Jesus spoke of this in Matthew 7:21-23, when He said, “Many will say to Me in that day, ‘Lord, Lord, have we not done many wonderful works in Your name?’ And then I will declare to them, ‘Depart from Me, you workers of iniquity; I never knew you.’” My friend, not everyone who claims to be a Christian truly is one. Some may talk like Christians at times, but their deeds and their works reveal that they do not belong to Christ. The Apostle John addresses this clearly in 1 John, when he says, “They went out from us, but they were not of us; for if they had been of us, they would have continued with us.” We who are truly born again have been transferred, transformed, and brought into the kingdom of light. We no longer walk in covetousness or idolatry.

 

I find it interesting that Paul repeats the same words in verse 5 that he used earlier in verse 3—fornication, uncleanness, and covetousness.
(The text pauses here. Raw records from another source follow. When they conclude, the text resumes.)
"""Prometheus metrics (prometheus-client): requests, latency, uploads, verdicts, the webhook backlog.

Invariants:
- Requests and latency are labelled by the URL rule (``/v1/jobs/<job:job_id>/readings``),
  never the raw path, so ids never become label values; a path no rule matches is
  ``<unmatched>``. Latency runs from the first ``before_request`` to the last
  ``after_request`` step but the log line: the view, the commit and compression.
- ``ohmtally_uploads_total{status}`` counts readings uploads when their transaction
  *commits* (merged, or refused and kept as rejected); a rolled-back post, a replay
  or a ``duplicate_of`` answer adds nothing (SQLAlchemy session events).
- ``ohmtally_verdicts_total{route,outcome}`` counts the verdicts in JSON answers
  (the data a view returned, as flask-smorest kept it for the answer), so a job's
  verdicts read twice count twice; rendered formats (CSV, JUnit, HTML) are not counted.
- The webhook backlog and the database's health are read from the database when
  Prometheus scrapes (:class:`DatabaseCollector`, one query), never kept in a process.
- Several gunicorn workers: ``ohmtally serve`` sets ``PROMETHEUS_MULTIPROC_DIR``
  (:mod:`api.ops.multiprocess`) before prometheus-client is imported, each worker
  writes its counts to files there, and a scrape of any worker sums every worker's,
  so counters never jump back when another worker answers. Without the variable
  (tests, one process) counts live in this process. :func:`init_app` refuses the
  variable set *after* the import (counts would silently stay at zero).
"""

from __future__ import annotations

import logging
import os
import time
from collections.abc import Iterator
from datetime import UTC, datetime
from typing import Any

from flask import Flask, Response, g, request
from prometheus_client import CollectorRegistry, Counter, Histogram, generate_latest, values
from prometheus_client.core import GaugeMetricFamily, Metric
from prometheus_client.multiprocess import MultiProcessCollector
from prometheus_client.registry import Collector
from sqlalchemy import Engine, func, select
from sqlalchemy import event as orm_event
from sqlalchemy import inspect as orm_inspect
from sqlalchemy.exc import SQLAlchemyError
from sqlalchemy.orm import Session

from api.db.models import Upload, WebhookDelivery, utcnow
from api.db.schema import schema_window
from engine import __version__

__all__ = ["CONTENT_TYPE", "REGISTRY", "DatabaseCollector", "exposition", "init_app"]

CONTENT_TYPE = "text/plain; version=0.0.4; charset=utf-8"  # the text format every Prometheus reads
MULTIPROC_ENV = "PROMETHEUS_MULTIPROC_DIR"
UNMATCHED = "<unmatched>"
log = logging.getLogger("ohmtally.api")

REGISTRY = CollectorRegistry(auto_describe=True)
REQUESTS = Counter("ohmtally_http_requests", "HTTP requests answered, by method, route (URL rule) "
                   "and status", ["method", "route", "status"], registry=REGISTRY)
LATENCY = Histogram("ohmtally_http_request_duration_seconds", "time to answer a request (view, "
                    "commit, compression), by method and route", ["method", "route"], registry=REGISTRY,
                    buckets=(0.005, 0.01, 0.025, 0.05, 0.1, 0.25, 0.5, 1.0, 2.5, 5.0, 10.0, 30.0, 60.0))
UPLOADS = Counter("ohmtally_uploads", "readings uploads committed, by status (merged, rejected)",
                  ["status"], registry=REGISTRY)
VERDICTS = Counter("ohmtally_verdicts", "verdicts in JSON answers, by route and outcome",
                   ["route", "outcome"], registry=REGISTRY)

_UPLOADS_SEEN = "ohmtally.metrics.uploads"  # session.info: uploads added in this transaction
_listening = False  # the session events are installed once per process


def _route() -> str:
    return request.url_rule.rule if request.url_rule is not None else UNMATCHED


def _count_verdicts(route: str) -> None:
    # flask-smorest keeps the data a view returned (after its schema dumped it) in
    # g._flask_smorest["result_dump"]; reading it costs nothing more than the answer did.
    dumped = (g.get("_flask_smorest") or {}).get("result_dump")
    verdicts = dumped.get("verdicts") if isinstance(dumped, dict) else None
    if not isinstance(verdicts, list):
        return
    counts: dict[str, int] = {}
    for verdict in verdicts:
        outcome = verdict.get("outcome") if isinstance(verdict, dict) else None
        if isinstance(outcome, str):
            counts[outcome] = counts.get(outcome, 0) + 1
    for outcome, count in counts.items():
        VERDICTS.labels(route, outcome).inc(count)


def _observe(response: Response) -> Response:
    route = _route()
    started = g.get("request_started") or g.get("metrics_started") or time.perf_counter()
    REQUESTS.labels(request.method, route, str(response.status_code)).inc()
    LATENCY.labels(request.method, route).observe(time.perf_counter() - started)
    if response.status_code == 200:
        _count_verdicts(route)
    return response


def _start() -> None:
    if "request_started" not in g:
        g.metrics_started = time.perf_counter()


def _remember_uploads(session: Session, _context: Any) -> None:
    added = [obj for obj in session.new if isinstance(obj, Upload)]
    if added:
        session.info.setdefault(_UPLOADS_SEEN, []).extend(added)


def _count_uploads(session: Session) -> None:
    for upload in session.info.pop(_UPLOADS_SEEN, []):
        status = orm_inspect(upload).dict.get("status")  # the loaded value: no query after a commit
        if isinstance(status, str):
            UPLOADS.labels(status).inc()


def _forget_uploads(session: Session, *_args: Any) -> None:
    session.info.pop(_UPLOADS_SEEN, None)


def _listen_once() -> None:
    global _listening
    if _listening:
        return
    orm_event.listen(Session, "after_flush", _remember_uploads)
    orm_event.listen(Session, "after_commit", _count_uploads)
    orm_event.listen(Session, "after_rollback", _forget_uploads)
    _listening = True


class DatabaseCollector(Collector):
    """Gauges read when Prometheus scrapes: the webhook backlog and whether the database answers."""

    def __init__(self, engine: Engine) -> None:
        self.engine = engine

    def collect(self) -> Iterator[Metric]:
        info = GaugeMetricFamily("ohmtally_build_info", "this build: package version and the newest "
                                 "schema revision it carries", labels=["version", "code_revision"])
        info.add_metric([__version__, schema_window().head], 1.0)
        yield info
        up = GaugeMetricFamily("ohmtally_database_up", "1 when the database answered this scrape")
        query = (select(WebhookDelivery.status, func.count(), func.min(WebhookDelivery.created_at))
                 .where(WebhookDelivery.status.in_(("pending", "failed")))
                 .group_by(WebhookDelivery.status))
        try:
            with self.engine.connect() as connection:
                rows = {status: (count, oldest) for status, count, oldest in connection.execute(query)}
        except SQLAlchemyError as exc:
            log.warning("metrics: the database did not answer", extra={"error": type(exc).__name__})
            up.add_metric([], 0.0)
            yield up
            return
        up.add_metric([], 1.0)
        yield up
        pending, oldest = rows.get("pending", (0, None))
        yield GaugeMetricFamily("ohmtally_webhook_deliveries_pending", "webhook deliveries not yet "
                                "delivered and still to be tried (the backlog)", value=float(pending))
        age = 0.0 if oldest is None else max(0.0, (utcnow() - _aware(oldest)).total_seconds())
        yield GaugeMetricFamily("ohmtally_webhook_oldest_pending_seconds", "age of the oldest pending "
                                "delivery (0 when none is pending)", value=age)
        yield GaugeMetricFamily("ohmtally_webhook_deliveries_failed", "webhook deliveries that ran out "
                                "of attempts", value=float(rows.get("failed", (0, None))[0]))


def _aware(moment: datetime) -> datetime:
    return moment if moment.tzinfo is not None else moment.replace(tzinfo=UTC)  # stored as UTC


def exposition(engine: Engine) -> bytes:
    """The text a scrape answers: every worker's counts (or this process's) and the database's gauges."""
    if os.environ.get(MULTIPROC_ENV):
        shared = CollectorRegistry()
        MultiProcessCollector(shared)  # type: ignore[no-untyped-call]
        counts = generate_latest(shared)
    else:
        counts = generate_latest(REGISTRY)
    database = CollectorRegistry(auto_describe=False)
    database.register(DatabaseCollector(engine))
    return counts + generate_latest(database)


def init_app(app: Flask) -> None:
    """Install the request hooks; call it early, so its latency covers the later steps."""
    if os.environ.get(MULTIPROC_ENV) and not getattr(values.ValueClass, "_multiprocess", False):
        raise RuntimeError(f"{MULTIPROC_ENV} was set after prometheus_client was imported: each worker "
                           "would count alone and the scrape would read nothing; set it before start")
    _listen_once()
    app.before_request(_start)
    app.after_request(_observe)
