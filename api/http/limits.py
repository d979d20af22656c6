"""Request limits: rate per API key (429 + Retry-After), rows per body and line length (413).

Invariants:
- The rate limit counts per API key id (``key:<id>``); with no key (auth off,
  or a request refused before a key was found) per client address. Health is
  never counted, so a load balancer's probe cannot lock a client out.
- A refused request is a problem+json 429 carrying ``Retry-After`` (seconds,
  RFC 9110 §10.2.3) until the window frees a request.
- :func:`check_text_limits` and :func:`check_row_count` raise 413 problems
  naming the limit and where it was broken (line number); the readings view
  keeps such a body as a rejected upload like any other refused body.
- The body size limit itself is Flask's ``MAX_CONTENT_LENGTH`` (413 before
  the body is read), set from ``OHMTALLY_MAX_UPLOAD_BYTES`` in ``create_app``.
"""

from __future__ import annotations

import math
import time
from collections.abc import Sequence
from typing import Any

from flask import Flask, current_app, g, request

from api.errors import ApiError, problem_response
from api.intake.bodies import Item

__all__ = ["check_row_count", "check_text_limits", "init_app", "rate_key"]

_TEXT_TYPES = frozenset({"text/csv", "text/plain", "application/x-ndjson"})


def rate_key() -> str:
    key_id = g.get("api_key_id")
    if key_id is not None:
        return f"key:{key_id}"
    return f"addr:{request.remote_addr or 'unknown'}"


def init_app(app: Flask) -> None:
    from flask_limiter import Limiter
    from flask_limiter.errors import RateLimitExceeded

    settings = app.extensions["ohmtally.settings"]
    limiter = Limiter(rate_key, app=app, default_limits=[settings.rate_limit] if settings.rate_limit else [],
                      storage_uri=settings.rate_limit_storage, headers_enabled=False,
                      enabled=bool(settings.rate_limit))
    limiter.request_filter(lambda: request.path.rstrip("/") == "/v1/health")
    app.extensions["ohmtally.limiter"] = limiter

    @app.errorhandler(RateLimitExceeded)
    def _too_many(_error: RateLimitExceeded) -> Any:
        found = limiter.current_limit
        wait = 60
        if found is not None:  # seconds until the window frees a request, never past the window
            wait = max(1, min(math.ceil(found.reset_at - time.time()), found.limit.get_expiry()))
        return problem_response(ApiError(
            429, "rate_limited", f"too many requests; the limit is {settings.rate_limit} per API key",
            headers={"Retry-After": str(wait)}, extra={"retry_after_s": wait}))


def check_text_limits(body: bytes, media_type: str) -> None:
    """413 if a text body has a line longer than the limit or more lines than rows allowed."""
    if media_type not in _TEXT_TYPES:
        return
    settings = current_app.extensions["ohmtally.settings"]
    limit = settings.max_line_bytes
    start, number = 0, 0
    while start < len(body):
        end = body.find(b"\n", start)
        end = len(body) if end < 0 else end
        number += 1
        if end - start > limit:
            raise ApiError(413, "line_too_long", f"line {number} is {end - start} bytes; the most a line "
                           f"may hold is {limit} (OHMTALLY_MAX_LINE_BYTES)",
                           errors=[{"line": number, "code": "line_too_long",
                                    "reason": f"longer than {limit} bytes"}])
        if number > settings.max_rows + 1:  # + 1: a CSV header line is not a row
            raise ApiError(413, "too_many_rows", f"the body has more than {settings.max_rows} rows "
                           "(OHMTALLY_MAX_ROWS); split it into several posts",
                           errors=[{"line": number, "code": "too_many_rows",
                                    "reason": f"more than {settings.max_rows} rows"}])
        start = end + 1


def check_row_count(items: Sequence[Item]) -> None:
    """413 if a body carries more rows (JSON circuits, input lines) than allowed, naming the first extra."""
    limit = current_app.extensions["ohmtally.settings"].max_rows
    if len(items) <= limit:
        return
    where = items[limit].location  # "/circuits/5" or "line 7"
    entry: dict[str, Any] = ({"line": int(where.split()[1])} if where.startswith("line ") and
                             where.split()[1].isdigit() else {"pointer": where})
    raise ApiError(413, "too_many_rows", f"the body has {len(items)} rows; the most one body may carry "
                   f"is {limit} (OHMTALLY_MAX_ROWS); split it into several posts",
                   errors=[{**entry, "code": "too_many_rows", "reason": f"more than {limit} rows"}])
He says these things are not even to be named among us. Then he adds that the covetous person is an idolater. This same truth is taught in Colossians 3:5, where we are told that covetousness is idolatry. In other words, something has been placed between us and God. Instead of living for God, a person chooses to live for self and the flesh—seeking to please what gratifies them rather than what pleases God.

 

That, my friend, is the world. And once again, Paul makes it clear throughout his epistles—and the Holy Spirit repeats it for our benefit—we are different. We do not walk as children of darkness. We are not sons of disobedience. Paul reminds us that “the wrath of God comes upon the sons of disobedience.” There is a path that leads to destruction, and we are not to be a part of that path. Instead, we are to walk in the light, even as Jesus is the Light of the world.

 

We are different. May God help us to live differently. We have an inheritance in the kingdom of light, the kingdom of God. Oh my friend, this is something that we should know and these are words we need to take seriously—especially in our crazy, mixed-up, and immoral world today.

 

God bless you and may you have a wonderful, wonderful day.